--- Input material Enclosed Below ---

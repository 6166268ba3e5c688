// The prices every optimum and chart reads; stored canonical (per kg, per ha).
import type { Prices as CanonicalPrices } from '../../../shared/economics/priceRatio';
import type { CropId } from '../../../shared/table/plotTable';
import {
  checkPriceRatio,
  priceRatioFarOff,
  type PriceRatioCheck,
} from '../../../shared/economics/priceRatioCheck';
import { History } from './history.svelte';
import {
  canonicalPrices,
  illustrativePriceSettings,
  ILLUSTRATIVE_PRICES,
  type PriceSettings,
} from '../analysis/priceInputs';

/** The Undo button's words for a change of each price input. */
const PRICE_STEP_LABELS: Partial<Record<keyof PriceSettings, string>> = {
  grainPerKg: 'Grain price',
  productPerKg: 'Product price',
  productId: 'Product',
  analysisPct: 'Analysis',
  applicationPerHa: 'Application cost',
  currency: 'Currency',
};

export class Prices {
  #given = $state<PriceSettings>({ ...ILLUSTRATIVE_PRICES });
  /**
   * How far below the best a rate may return before the risk tables count it as falling short,
   * currency per ha; null: the default, the cost of 10 kg N/ha at the prices in force. Not a
   * price, so setting it leaves illustrative prices illustrative.
   */
  shortfallTolerancePerHa = $state<number | null>(null);
  /** A price ratio the user confirmed though it is far from the crop's usual (checkPriceRatio). */
  confirmedRatio = $state<number | null>(null);
  #crop: () => CropId = () => 'corn';
  readonly #history: History;

  /**
   * @param crop - the current crop: illustrative grain prices follow it until the user gives one
   * @param history - the workspace's undo history, which price changes go to
   */
  constructor(crop: () => CropId = () => 'corn', history: History = new History()) {
    this.#crop = crop;
    this.#history = history;
  }

  /** The price inputs in force: the user's, or the crop's illustrative ones (shared with the command line). */
  #settings = $derived(
    this.#given.illustrative
      ? { ...illustrativePriceSettings(this.#crop()), currency: this.#given.currency }
      : this.#given,
  );

  get settings(): PriceSettings {
    return this.#settings;
  }

  set settings(value: PriceSettings) {
    this.#given = value;
  }

  /** The canonical prices, or the reason they cannot be used (shown by the price fields). */
  canonical:
    | { ok: true; prices: CanonicalPrices }
    | { ok: false; reason: string; ratioCheck?: PriceRatioCheck } = $derived.by(() => {
    try {
      const prices = canonicalPrices(this.settings);
      if (!(prices.grainPricePerKg > 0))
        return { ok: false, reason: 'Enter a grain price above 0.' };
      if (!(prices.nutrientPricePerKg > 0)) {
        return { ok: false, reason: 'Enter a product price above 0.' };
      }
      if (!(prices.applicationCostPerHa! >= 0)) {
        return { ok: false, reason: 'The application cost cannot be negative.' };
      }
      const check = checkPriceRatio(prices, this.#crop());
      if (!check.plausible && this.confirmedRatio !== check.ratio) {
        return {
          ok: false,
          reason: `${priceRatioFarOff(check, this.#crop())}. Check the prices (a decimal mark, or a price per tonne typed as per kilogram?); no rate is shown until they are right or you confirm them.`,
          ratioCheck: check,
        };
      }
      return { ok: true, prices };
    } catch (error) {
      return { ok: false, reason: error instanceof Error ? error.message : String(error) };
    }
  });

  /**
   * Changes some inputs (undoable; a price typed digit by digit or dragged is one step); any edit
   * makes the prices the user's own.
   */
  update(change: Partial<PriceSettings>): void {
    const before = this.#given;
    const after: PriceSettings = { ...this.#settings, ...change, illustrative: false };
    this.#given = after;
    const what = Object.keys(change)[0] as keyof PriceSettings;
    this.#history.record(
      PRICE_STEP_LABELS[what] ?? 'Prices',
      { before: () => (this.#given = before), after: () => (this.#given = after) },
      true,
    );
  }

  /** Sets the shortfall tolerance, or null for the default (undoable, as a price is). */
  setTolerance(perHa: number | null): void {
    const before = this.shortfallTolerancePerHa;
    this.shortfallTolerancePerHa = perHa;
    this.#history.record(
      'Shortfall tolerance',
      {
        before: () => (this.shortfallTolerancePerHa = before),
        after: () => (this.shortfallTolerancePerHa = perHa),
      },
      perHa !== null,
    );
  }
}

--- End of Enclosed Input material ---

Problem to work on - Using the material above, output each line exactly as it appears.

Response to the task -
repository 6166268ba3e5c688
// The prices every optimum and chart reads; stored canonical (per kg, per ha).
import type { Prices as CanonicalPrices } from '../../../shared/economics/priceRatio';
import type { CropId } from '../../../shared/table/plotTable';
import {
  checkPriceRatio,
  priceRatioFarOff,
  type PriceRatioCheck,
} from '../../../shared/economics/priceRatioCheck';
import { History } from './history.svelte';
import {
  canonicalPrices,
  illustrativePriceSettings,
  ILLUSTRATIVE_PRICES,
  type PriceSettings,
} from '../analysis/priceInputs';

/** The Undo button's words for a change of each price input. */
const PRICE_STEP_LABELS: Partial<Record<keyof PriceSettings, string>> = {
  grainPerKg: 'Grain price',
  productPerKg: 'Product price',
  productId: 'Product',
  analysisPct: 'Analysis',
  applicationPerHa: 'Application cost',
  currency: 'Currency',
};

export class Prices {
  #given = $state<PriceSettings>({ ...ILLUSTRATIVE_PRICES });
  /**
   * How far below the best a rate may return before the risk tables count it as falling short,
   * currency per ha; null: the default, the cost of 10 kg N/ha at the prices in force. Not a
   * price, so setting it leaves illustrative prices illustrative.
   */
  shortfallTolerancePerHa = $state<number | null>(null);
  /** A price ratio the user confirmed though it is far from the crop's usual (checkPriceRatio). */
  confirmedRatio = $state<number | null>(null);
  #crop: () => CropId = () => 'corn';
  readonly #history: History;

  /**
   * @param crop - the current crop: illustrative grain prices follow it until the user gives one
   * @param history - the workspace's undo history, which price changes go to
   */
  constructor(crop: () => CropId = () => 'corn', history: History = new History()) {
    this.#crop = crop;
    this.#history = history;
  }

  /** The price inputs in force: the user's, or the crop's illustrative ones (shared with the command line). */
  #settings = $derived(
    this.#given.illustrative
      ? { ...illustrativePriceSettings(this.#crop()), currency: this.#given.currency }
      : this.#given,
  );

  get settings(): PriceSettings {
    return this.#settings;
  }

  set settings(value: PriceSettings) {
    this.#given = value;
  }

  /** The canonical prices, or the reason they cannot be used (shown by the price fields). */
  canonical:
    | { ok: true; prices: CanonicalPrices }
    | { ok: false; reason: string; ratioCheck?: PriceRatioCheck } = $derived.by(() => {
    try {
      const prices = canonicalPrices(this.settings);
      if (!(prices.grainPricePerKg > 0))
        return { ok: false, reason: 'Enter a grain price above 0.' };
      if (!(prices.nutrientPricePerKg > 0)) {
        return { ok: false, reason: 'Enter a product price above 0.' };
      }
      if (!(prices.applicationCostPerHa! >= 0)) {
        return { ok: false, reason: 'The application cost cannot be negative.' };
      }
      const check = checkPriceRatio(prices, this.#crop());
      if (!check.plausible && this.confirmedRatio !== check.ratio) {
        return {
          ok: false,
          reason: `${priceRatioFarOff(check, this.#crop())}. Check the prices (a decimal mark, or a price per tonne typed as per kilogram?); no rate is shown until they are right or you confirm them.`,
          ratioCheck: check,
        };
      }
      return { ok: true, prices };
    } catch (error) {
      return { ok: false, reason: error instanceof Error ? error.message : String(error) };
    }
  });

  /**
   * Changes some inputs (undoable; a price typed digit by digit or dragged is one step); any edit
   * makes the prices the user's own.
   */
  update(change: Partial<PriceSettings>): void {
    const before = this.#given;
    const after: PriceSettings = { ...this.#settings, ...change, illustrative: false };
    this.#given = after;
    const what = Object.keys(change)[0] as keyof PriceSettings;
    this.#history.record(
      PRICE_STEP_LABELS[what] ?? 'Prices',
      { before: () => (this.#given = before), after: () => (this.#given = after) },
      true,
    );
  }

  /** Sets the shortfall tolerance, or null for the default (undoable, as a price is). */
  setTolerance(perHa: number | null): void {
    const before = this.shortfallTolerancePerHa;
    this.shortfallTolerancePerHa = perHa;
    this.#history.record(
      'Shortfall tolerance',
      {
        before: () => (this.shortfallTolerancePerHa = before),
        after: () => (this.shortfallTolerancePerHa = perHa),
      },
      perHa !== null,
    );
  }
}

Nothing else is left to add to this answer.